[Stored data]
[Start of section]

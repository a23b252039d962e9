import { MAX_ABS_VALUE, MAX_POINTS_PER_SERIES } from '../schemas/run.js'
import type { Frequency } from '../engine/index.js'
import { ErrorCollector } from './errors.js'
import { normaliseTags } from './tags.js'
import type { DuplicatePolicy, IncomingHistory, Origin } from './types.js'

interface RowGroup {
  /** Bucket ordinal -> demand so far. */
  readonly cells: Map<number, number>
  rows: number
  readonly firstLine: number | undefined
  /** Tags the SKU's rows carried (a tags column or field); null when none of its rows carried any. */
  tags: Set<string> | null
}

interface SeriesEntry {
  readonly incoming: IncomingHistory
  readonly origin: Origin
}

/** A SKU's rows as gathered so far: bucket ordinal and demand pairs, flattened, in the order first seen. */
export interface GatheredGroup {
  readonly cells: readonly number[]
  readonly rows: number
  readonly firstLine: number | undefined
  /** null: none of the rows carried tags. */
  readonly tags: readonly string[] | null
}

/** What one SKU of an upload brings, ready to merge with the stored history. */
export interface PendingHistory {
  readonly sku: string
  readonly incoming: IncomingHistory
  /** Input rows behind it (for accepted/rejected counts). */
  readonly rows: number
  readonly origin: Origin
}

/**
 * Gathers an upload per SKU. Long-layout rows (sku, period, demand) are
 * summed into buckets of one frequency (`duplicates: 'sum'`) or the last row of
 * a bucket wins (`'last'`); whole series are kept as given. Memory grows with
 * the distinct SKU-buckets of the upload, not with its size in bytes.
 * Rows may carry tags: a SKU's tags become all the tags of its rows.
 * A SKU comes either as one series or as rows; a conflicting later item is rejected.
 */
export class HistoryAccumulator {
  private readonly rowGroups = new Map<string, RowGroup>()
  private readonly seriesBySku = new Map<string, SeriesEntry>()
  /** Accepted rows whose period was a date (transactions) / a period label (period totals); series count as period rows. */
  private rowKinds = { dated: 0, period: 0 }
  /** SKU-periods held: row buckets plus series points (what memory grows with). */
  private cells = 0
  /** Lowest and highest bucket ordinal of everything accepted so far. */
  private lo = Infinity
  private hi = -Infinity

  constructor(
    private readonly opts: { readonly frequency: Frequency; readonly duplicates: DuplicatePolicy },
    readonly errors: ErrorCollector = new ErrorCollector(),
  ) {}

  get frequency(): Frequency {
    return this.opts.frequency
  }

  /** What kinds of rows were accepted: dated transaction rows and/or period rows (series included). */
  get kinds(): { readonly dated: number; readonly period: number } {
    return { ...this.rowKinds }
  }

  /** The lowest and highest period ordinal accepted so far; null when nothing was accepted. */
  get span(): { readonly lo: number; readonly hi: number } | null {
    return this.lo <= this.hi ? { lo: this.lo, hi: this.hi } : null
  }

  private widen(lo: number, hi: number): void {
    if (lo < this.lo) this.lo = lo
    if (hi > this.hi) this.hi = hi
  }

  /**
   * One long-layout row. `tags` (already validated): the row's tags, added to
   * the SKU's; a SKU whose rows carry none keeps its stored tags.
   */
  addRow(sku: string, ordinal: number, demand: number, origin: Origin, dated = false, tags?: readonly string[]): void {
    const series = this.seriesBySku.get(sku)
    if (series) {
      this.errors.add({ ...origin, sku, reason: `SKU was already given as a whole series${where(series.origin)}` })
      return
    }
    let group = this.rowGroups.get(sku)
    if (!group) {
      group = { cells: new Map(), rows: 0, firstLine: origin.line, tags: null }
      this.rowGroups.set(sku, group)
    }
    const before = group.cells.get(ordinal)
    if (before === undefined) this.cells++
    group.cells.set(ordinal, this.opts.duplicates === 'sum' && before !== undefined ? before + demand : demand)
    group.rows++
    if (tags !== undefined && tags.length > 0) {
      group.tags ??= new Set()
      for (const tag of tags) group.tags.add(tag)
    }
    if (dated) this.rowKinds.dated++
    else this.rowKinds.period++
    this.widen(ordinal, ordinal)
  }

  addSeries(sku: string, incoming: IncomingHistory, origin: Origin): void {
    const earlier = this.seriesBySku.get(sku)
    if (earlier || this.rowGroups.has(sku)) {
      const reason = earlier ? `SKU was already given as a series${where(earlier.origin)}` : 'SKU was already given as rows'
      this.errors.add({ ...origin, sku, reason })
      return
    }
    this.seriesBySku.set(sku, { incoming, origin })
    this.cells += incoming.demand.length
    this.rowKinds.period++
    this.widen(incoming.startOrdinal, incoming.startOrdinal + incoming.demand.length - 1)
  }

  /**
   * Rows gathered elsewhere for one SKU (a staged upload's earlier stretch of
   * the file, see staged-upload.ts), merged as if its rows came again: buckets
   * summed or replaced by the duplicate policy, tags added, rows counted. A SKU
   * already given as a series refuses the whole group as one error at its first line.
   */
  addGroup(sku: string, group: GatheredGroup): void {
    const origin: Origin = group.firstLine === undefined ? {} : { line: group.firstLine }
    const series = this.seriesBySku.get(sku)
    if (series) {
      this.errors.add({ ...origin, sku, reason: `SKU was already given as a whole series${where(series.origin)}` }, group.rows)
      return
    }
    let mine = this.rowGroups.get(sku)
    if (!mine) {
      mine = { cells: new Map(), rows: 0, firstLine: group.firstLine, tags: null }
      this.rowGroups.set(sku, mine)
    }
    for (let i = 0; i < group.cells.length; i += 2) {
      const ordinal = group.cells[i]!
      const demand = group.cells[i + 1]!
      const before = mine.cells.get(ordinal)
      if (before === undefined) this.cells++
      mine.cells.set(ordinal, this.opts.duplicates === 'sum' && before !== undefined ? before + demand : demand)
      this.widen(ordinal, ordinal)
    }
    mine.rows += group.rows
    if (group.tags !== null) {
      mine.tags ??= new Set()
      for (const tag of group.tags) mine.tags.add(tag)
    }
  }

  /**
   * Hand over everything gathered, as it stands (no checks: `drain` makes them
   * once every part of a SKU is together), and start empty. Errors, kinds and
   * span stay.
   */
  *handOver(): Generator<{ sku: string } & ({ series: IncomingHistory; origin: Origin } | { group: GatheredGroup })> {
    for (const [sku, entry] of this.seriesBySku) yield { sku, series: entry.incoming, origin: entry.origin }
    for (const [sku, g] of this.rowGroups) {
      const cells: number[] = []
      for (const [ordinal, demand] of g.cells) cells.push(ordinal, demand)
      yield { sku, group: { cells, rows: g.rows, firstLine: g.firstLine, tags: g.tags === null ? null : [...g.tags] } }
    }
    this.rowGroups.clear()
    this.seriesBySku.clear()
    this.cells = 0
  }

  /** How the SKU came so far: as rows, as a series, or not at all. */
  holds(sku: string): 'rows' | 'series' | null {
    if (this.seriesBySku.has(sku)) return 'series'
    return this.rowGroups.has(sku) ? 'rows' : null
  }

  /** SKU-periods held now (row buckets plus series points). */
  get heldCells(): number {
    return this.cells
  }

  /** The whole upload as one part (GatheredUpload): an accumulator holds every SKU in memory. */
  async *parts(): AsyncIterable<HistoryAccumulator> {
    yield this
  }

  /** SKUs gathered so far. */
  get size(): number {
    return this.rowGroups.size + this.seriesBySku.size
  }

  /**
   * Every SKU's incoming data. Buckets between a SKU's first and last row
   * without rows become 0 (no recorded demand). A SKU whose rows span more
   * than MAX_POINTS_PER_SERIES buckets, or whose bucket total exceeds
   * MAX_ABS_VALUE in size, is rejected (its rows counted as rejected).
   */
  *drain(): Generator<PendingHistory> {
    for (const [sku, entry] of this.seriesBySku) yield { sku, incoming: entry.incoming, rows: 1, origin: entry.origin }
    for (const [sku, group] of this.rowGroups) {
      let lo = Infinity
      let hi = -Infinity
      for (const ordinal of group.cells.keys()) {
        if (ordinal < lo) lo = ordinal
        if (ordinal > hi) hi = ordinal
      }
      const span = hi - lo + 1
      const origin: Origin = group.firstLine === undefined ? {} : { line: group.firstLine }
      if (span > MAX_POINTS_PER_SERIES) {
        this.errors.add(
          { ...origin, sku, reason: `rows span ${span} ${this.opts.frequency} periods; a history holds at most ${MAX_POINTS_PER_SERIES}` },
          group.rows,
        )
        continue
      }
      const demand = new Array<number>(span).fill(0)
      let tooLarge = false
      for (const [ordinal, total] of group.cells) {
        demand[ordinal - lo] = total
        if (Math.abs(total) > MAX_ABS_VALUE) tooLarge = true
      }
      if (tooLarge) {
        // Each row is within range, but their sum in a bucket is not: runs would refuse the stored history.
        this.errors.add({ ...origin, sku, reason: `a ${this.opts.frequency} total is larger than ${MAX_ABS_VALUE} in size` }, group.rows)
        continue
      }
      let tags: string[] | undefined
      if (group.tags !== null) {
        const t = normaliseTags([...group.tags])
        if ('reason' in t) {
          this.errors.add({ ...origin, sku, column: 'tags', reason: `the rows' tags together: ${t.reason}` }, group.rows)
          continue
        }
        tags = t.tags
      }
      const incoming = { frequency: this.opts.frequency, startOrdinal: lo, demand, ...(tags === undefined ? {} : { tags }) }
      yield { sku, incoming, rows: group.rows, origin }
    }
    this.rowGroups.clear()
    this.seriesBySku.clear()
    this.cells = 0
  }
}

function where(origin: Origin): string {
  if (origin.line !== undefined) return ` on line ${origin.line}`
  if (origin.item !== undefined) return ` as series[${origin.item}]`
  return ''
}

[End of section]

● **Aim of the task**:
Reproduce exactly the lines from the beginning of the entries above up to and including the line that contains "DuplicatePolicy, IncomingHistory, Origin".

● **Reply**:
repository a23b252039d962e9
import { MAX_ABS_VALUE, MAX_POINTS_PER_SERIES } from '../schemas/run.js'
import type { Frequency } from '../engine/index.js'
import { ErrorCollector } from './errors.js'
import { normaliseTags } from './tags.js'
import type { DuplicatePolicy, IncomingHistory, Origin } from './types.js'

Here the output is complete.